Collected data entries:
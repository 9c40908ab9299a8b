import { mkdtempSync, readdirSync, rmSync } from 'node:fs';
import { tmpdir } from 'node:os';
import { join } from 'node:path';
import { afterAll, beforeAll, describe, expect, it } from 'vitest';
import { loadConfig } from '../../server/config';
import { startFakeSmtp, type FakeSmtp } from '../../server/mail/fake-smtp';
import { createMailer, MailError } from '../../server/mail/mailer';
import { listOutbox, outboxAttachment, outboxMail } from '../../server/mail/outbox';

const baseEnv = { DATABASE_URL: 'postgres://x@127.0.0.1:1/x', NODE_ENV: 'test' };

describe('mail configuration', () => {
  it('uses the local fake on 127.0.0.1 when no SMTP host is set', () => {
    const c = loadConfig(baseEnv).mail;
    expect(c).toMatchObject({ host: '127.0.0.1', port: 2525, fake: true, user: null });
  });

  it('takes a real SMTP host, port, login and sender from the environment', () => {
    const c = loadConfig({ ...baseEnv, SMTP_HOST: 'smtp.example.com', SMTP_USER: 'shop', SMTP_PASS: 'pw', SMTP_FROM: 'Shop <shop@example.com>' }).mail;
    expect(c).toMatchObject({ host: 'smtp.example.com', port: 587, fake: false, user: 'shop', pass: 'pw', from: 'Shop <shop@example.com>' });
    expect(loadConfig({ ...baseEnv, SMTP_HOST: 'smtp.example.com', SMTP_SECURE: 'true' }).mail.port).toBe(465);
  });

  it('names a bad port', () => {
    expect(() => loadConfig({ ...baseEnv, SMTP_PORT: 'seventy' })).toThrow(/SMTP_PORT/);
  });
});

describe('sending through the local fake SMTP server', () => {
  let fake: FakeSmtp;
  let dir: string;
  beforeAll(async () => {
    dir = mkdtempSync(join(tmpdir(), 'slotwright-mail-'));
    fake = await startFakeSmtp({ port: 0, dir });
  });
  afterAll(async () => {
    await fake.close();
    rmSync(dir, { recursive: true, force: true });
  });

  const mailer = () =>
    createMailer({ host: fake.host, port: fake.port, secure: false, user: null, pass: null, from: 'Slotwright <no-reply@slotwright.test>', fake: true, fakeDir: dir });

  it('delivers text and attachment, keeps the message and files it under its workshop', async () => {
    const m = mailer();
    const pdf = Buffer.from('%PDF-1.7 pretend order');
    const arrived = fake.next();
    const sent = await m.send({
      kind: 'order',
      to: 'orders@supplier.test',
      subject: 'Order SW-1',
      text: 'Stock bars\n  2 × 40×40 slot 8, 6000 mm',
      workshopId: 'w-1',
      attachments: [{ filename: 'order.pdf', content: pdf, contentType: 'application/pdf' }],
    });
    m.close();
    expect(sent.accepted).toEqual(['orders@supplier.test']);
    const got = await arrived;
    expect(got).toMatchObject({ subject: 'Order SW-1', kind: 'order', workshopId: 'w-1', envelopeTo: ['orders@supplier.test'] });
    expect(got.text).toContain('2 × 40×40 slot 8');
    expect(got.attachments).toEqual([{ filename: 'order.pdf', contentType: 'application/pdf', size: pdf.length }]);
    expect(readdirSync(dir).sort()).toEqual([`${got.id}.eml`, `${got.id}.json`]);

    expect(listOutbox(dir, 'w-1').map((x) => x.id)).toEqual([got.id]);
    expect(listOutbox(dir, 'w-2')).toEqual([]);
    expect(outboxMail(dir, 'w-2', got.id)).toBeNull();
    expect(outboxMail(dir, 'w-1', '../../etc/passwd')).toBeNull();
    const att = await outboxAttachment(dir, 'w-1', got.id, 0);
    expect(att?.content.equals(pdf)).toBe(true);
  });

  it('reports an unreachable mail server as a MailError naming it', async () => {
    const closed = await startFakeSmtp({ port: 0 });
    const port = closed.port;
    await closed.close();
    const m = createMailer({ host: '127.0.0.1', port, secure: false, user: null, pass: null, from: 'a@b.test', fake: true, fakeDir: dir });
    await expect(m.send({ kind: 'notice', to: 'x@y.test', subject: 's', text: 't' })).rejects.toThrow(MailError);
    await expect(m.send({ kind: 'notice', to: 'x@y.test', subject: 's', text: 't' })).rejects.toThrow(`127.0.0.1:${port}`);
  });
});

...

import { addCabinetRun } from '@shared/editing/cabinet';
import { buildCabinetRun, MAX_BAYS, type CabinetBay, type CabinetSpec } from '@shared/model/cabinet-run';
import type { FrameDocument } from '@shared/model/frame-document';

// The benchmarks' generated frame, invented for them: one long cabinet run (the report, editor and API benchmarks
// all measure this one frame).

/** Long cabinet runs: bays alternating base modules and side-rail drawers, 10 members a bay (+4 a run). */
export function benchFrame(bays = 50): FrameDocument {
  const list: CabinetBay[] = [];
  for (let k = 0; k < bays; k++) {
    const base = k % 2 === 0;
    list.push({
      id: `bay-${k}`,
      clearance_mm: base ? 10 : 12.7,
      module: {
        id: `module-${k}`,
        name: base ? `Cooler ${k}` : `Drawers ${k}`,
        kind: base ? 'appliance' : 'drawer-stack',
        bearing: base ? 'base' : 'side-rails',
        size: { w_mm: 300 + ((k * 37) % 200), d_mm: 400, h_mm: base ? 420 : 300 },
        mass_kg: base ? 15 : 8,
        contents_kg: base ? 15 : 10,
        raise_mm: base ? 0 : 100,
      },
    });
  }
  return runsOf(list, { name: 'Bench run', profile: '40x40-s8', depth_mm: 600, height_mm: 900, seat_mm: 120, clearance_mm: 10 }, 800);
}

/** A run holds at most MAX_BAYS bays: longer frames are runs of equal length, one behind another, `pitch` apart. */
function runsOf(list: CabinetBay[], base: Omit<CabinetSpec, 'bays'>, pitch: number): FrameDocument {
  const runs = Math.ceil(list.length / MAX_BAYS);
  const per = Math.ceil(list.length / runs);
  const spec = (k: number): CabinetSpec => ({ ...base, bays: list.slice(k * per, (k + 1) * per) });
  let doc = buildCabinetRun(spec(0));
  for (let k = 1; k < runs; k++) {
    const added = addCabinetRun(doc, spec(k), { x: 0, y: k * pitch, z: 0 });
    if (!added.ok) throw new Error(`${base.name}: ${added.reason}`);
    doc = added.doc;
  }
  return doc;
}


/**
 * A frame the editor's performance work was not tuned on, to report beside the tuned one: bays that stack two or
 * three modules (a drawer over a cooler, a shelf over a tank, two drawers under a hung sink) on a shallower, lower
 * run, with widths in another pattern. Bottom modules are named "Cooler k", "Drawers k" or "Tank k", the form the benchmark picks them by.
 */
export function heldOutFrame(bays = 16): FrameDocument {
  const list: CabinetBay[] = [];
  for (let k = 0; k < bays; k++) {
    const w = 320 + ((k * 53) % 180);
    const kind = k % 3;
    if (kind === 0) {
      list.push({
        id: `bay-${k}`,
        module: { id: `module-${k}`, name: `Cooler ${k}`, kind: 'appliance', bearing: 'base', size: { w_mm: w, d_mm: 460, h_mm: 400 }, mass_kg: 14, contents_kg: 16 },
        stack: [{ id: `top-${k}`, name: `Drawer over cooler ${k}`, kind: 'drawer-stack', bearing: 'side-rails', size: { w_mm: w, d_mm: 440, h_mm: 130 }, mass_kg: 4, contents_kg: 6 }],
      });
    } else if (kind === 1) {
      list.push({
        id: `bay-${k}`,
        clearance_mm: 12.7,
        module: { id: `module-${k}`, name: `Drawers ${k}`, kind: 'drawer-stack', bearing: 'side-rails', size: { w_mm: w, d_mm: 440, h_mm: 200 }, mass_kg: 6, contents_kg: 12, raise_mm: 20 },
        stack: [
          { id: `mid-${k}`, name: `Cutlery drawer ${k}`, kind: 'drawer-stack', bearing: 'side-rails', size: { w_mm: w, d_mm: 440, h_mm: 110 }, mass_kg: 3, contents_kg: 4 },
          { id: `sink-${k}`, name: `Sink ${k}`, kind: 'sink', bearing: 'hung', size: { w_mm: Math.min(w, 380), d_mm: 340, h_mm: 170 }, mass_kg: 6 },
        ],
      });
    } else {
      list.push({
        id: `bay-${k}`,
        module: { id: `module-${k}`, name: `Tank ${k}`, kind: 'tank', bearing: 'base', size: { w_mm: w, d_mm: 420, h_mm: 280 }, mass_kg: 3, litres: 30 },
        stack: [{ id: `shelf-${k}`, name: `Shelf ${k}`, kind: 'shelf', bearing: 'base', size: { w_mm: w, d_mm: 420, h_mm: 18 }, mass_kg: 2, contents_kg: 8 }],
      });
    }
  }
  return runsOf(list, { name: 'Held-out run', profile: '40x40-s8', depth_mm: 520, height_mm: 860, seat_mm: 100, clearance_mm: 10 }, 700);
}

* * *

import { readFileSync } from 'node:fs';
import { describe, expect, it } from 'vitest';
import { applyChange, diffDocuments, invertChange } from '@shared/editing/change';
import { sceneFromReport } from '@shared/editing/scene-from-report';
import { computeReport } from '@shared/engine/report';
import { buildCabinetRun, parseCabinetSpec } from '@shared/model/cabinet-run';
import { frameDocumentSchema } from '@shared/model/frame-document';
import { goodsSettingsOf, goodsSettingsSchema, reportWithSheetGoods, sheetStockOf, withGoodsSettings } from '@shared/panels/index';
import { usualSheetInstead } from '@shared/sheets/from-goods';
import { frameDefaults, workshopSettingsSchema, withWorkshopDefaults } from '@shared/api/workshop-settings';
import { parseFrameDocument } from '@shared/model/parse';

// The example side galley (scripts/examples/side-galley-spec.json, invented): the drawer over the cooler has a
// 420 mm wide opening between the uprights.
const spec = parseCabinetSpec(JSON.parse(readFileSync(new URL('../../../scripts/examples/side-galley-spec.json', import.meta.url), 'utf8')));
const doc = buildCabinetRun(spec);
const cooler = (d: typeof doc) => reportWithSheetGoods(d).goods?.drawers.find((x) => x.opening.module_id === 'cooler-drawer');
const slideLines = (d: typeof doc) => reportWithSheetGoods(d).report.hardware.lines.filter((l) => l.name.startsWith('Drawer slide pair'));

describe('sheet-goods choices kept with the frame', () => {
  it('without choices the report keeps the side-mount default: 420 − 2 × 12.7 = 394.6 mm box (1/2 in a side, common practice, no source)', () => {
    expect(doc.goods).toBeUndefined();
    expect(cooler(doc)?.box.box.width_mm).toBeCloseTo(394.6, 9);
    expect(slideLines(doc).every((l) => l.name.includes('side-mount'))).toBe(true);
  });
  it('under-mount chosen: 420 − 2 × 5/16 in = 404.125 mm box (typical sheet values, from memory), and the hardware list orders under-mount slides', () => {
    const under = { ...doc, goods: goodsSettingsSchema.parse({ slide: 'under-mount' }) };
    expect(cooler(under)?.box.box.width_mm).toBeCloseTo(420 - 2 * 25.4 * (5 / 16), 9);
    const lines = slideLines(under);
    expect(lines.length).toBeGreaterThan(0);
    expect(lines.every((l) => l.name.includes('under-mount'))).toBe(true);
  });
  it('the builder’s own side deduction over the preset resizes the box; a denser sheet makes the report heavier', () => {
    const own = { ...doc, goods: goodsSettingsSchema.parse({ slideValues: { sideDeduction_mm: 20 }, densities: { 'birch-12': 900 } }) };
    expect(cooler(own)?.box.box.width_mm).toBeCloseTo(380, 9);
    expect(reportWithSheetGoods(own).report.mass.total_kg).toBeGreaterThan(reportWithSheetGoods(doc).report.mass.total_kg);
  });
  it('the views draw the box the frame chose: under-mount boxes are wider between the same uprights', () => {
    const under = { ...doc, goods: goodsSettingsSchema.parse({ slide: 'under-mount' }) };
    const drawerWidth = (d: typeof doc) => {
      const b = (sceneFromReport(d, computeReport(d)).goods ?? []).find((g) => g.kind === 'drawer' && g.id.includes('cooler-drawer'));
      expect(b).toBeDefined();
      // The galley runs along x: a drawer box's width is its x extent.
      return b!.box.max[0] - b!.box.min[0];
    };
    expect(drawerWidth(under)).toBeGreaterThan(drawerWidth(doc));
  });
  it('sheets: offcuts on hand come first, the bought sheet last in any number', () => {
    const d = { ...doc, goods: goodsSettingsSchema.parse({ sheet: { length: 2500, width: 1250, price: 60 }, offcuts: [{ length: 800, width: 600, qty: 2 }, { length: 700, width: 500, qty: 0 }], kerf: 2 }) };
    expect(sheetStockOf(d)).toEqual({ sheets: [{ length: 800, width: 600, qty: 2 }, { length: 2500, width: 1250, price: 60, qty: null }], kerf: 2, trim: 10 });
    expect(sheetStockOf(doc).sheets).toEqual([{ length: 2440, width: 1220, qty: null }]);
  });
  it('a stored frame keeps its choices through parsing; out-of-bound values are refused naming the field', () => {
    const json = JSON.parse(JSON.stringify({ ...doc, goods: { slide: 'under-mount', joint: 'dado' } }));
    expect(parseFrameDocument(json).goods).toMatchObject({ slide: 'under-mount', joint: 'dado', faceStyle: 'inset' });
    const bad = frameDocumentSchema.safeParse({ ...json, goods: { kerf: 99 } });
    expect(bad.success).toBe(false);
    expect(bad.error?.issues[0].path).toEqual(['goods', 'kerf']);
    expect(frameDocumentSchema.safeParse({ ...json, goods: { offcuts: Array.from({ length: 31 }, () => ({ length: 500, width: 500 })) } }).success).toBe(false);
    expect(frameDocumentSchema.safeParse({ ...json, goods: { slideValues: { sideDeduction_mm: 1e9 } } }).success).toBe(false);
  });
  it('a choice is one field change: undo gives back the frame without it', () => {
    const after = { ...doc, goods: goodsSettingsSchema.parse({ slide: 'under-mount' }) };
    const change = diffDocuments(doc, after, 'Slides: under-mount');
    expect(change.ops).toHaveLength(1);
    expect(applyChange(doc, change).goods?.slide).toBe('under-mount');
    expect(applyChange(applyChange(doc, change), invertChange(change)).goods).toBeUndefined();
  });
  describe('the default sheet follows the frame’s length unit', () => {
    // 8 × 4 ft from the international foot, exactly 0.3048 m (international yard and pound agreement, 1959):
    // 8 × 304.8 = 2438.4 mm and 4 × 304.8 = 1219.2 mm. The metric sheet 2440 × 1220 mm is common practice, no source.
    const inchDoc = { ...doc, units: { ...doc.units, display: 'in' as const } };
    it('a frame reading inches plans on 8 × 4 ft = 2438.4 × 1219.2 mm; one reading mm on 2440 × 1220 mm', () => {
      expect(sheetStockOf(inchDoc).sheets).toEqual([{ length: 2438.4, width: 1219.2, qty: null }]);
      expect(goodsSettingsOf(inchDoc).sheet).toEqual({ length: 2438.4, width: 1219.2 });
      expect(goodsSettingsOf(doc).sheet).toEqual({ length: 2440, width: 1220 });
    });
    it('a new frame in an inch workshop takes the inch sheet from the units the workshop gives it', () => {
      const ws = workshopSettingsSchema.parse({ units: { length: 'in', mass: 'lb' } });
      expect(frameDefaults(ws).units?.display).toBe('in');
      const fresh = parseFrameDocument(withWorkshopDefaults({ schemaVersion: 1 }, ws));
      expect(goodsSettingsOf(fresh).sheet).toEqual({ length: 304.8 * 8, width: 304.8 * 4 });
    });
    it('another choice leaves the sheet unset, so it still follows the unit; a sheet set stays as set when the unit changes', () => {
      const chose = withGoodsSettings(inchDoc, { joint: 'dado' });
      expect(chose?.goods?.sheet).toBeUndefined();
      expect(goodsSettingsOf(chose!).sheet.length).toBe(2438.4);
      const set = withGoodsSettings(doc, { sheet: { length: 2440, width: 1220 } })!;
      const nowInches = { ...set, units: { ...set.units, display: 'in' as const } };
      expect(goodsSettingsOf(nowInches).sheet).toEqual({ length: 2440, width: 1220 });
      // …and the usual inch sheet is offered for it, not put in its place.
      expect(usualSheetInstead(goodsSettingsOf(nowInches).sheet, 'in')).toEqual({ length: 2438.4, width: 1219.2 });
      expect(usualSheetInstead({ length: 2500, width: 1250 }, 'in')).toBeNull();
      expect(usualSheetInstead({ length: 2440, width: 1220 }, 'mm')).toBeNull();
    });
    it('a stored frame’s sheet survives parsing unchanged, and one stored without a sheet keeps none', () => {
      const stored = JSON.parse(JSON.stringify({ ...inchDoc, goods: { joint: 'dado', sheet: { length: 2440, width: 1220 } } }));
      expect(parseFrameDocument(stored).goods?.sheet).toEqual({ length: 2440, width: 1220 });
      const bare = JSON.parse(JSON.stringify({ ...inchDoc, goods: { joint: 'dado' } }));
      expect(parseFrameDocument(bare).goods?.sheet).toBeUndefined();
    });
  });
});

**REQUIRED WORK**.
Scan the data for the word "workshopId" and copy every line where it shows up.

**REPLY**.
      workshopId: 'w-1',
    expect(got).toMatchObject({ subject: 'Order SW-1', kind: 'order', workshopId: 'w-1', envelopeTo: ['orders@supplier.test'] });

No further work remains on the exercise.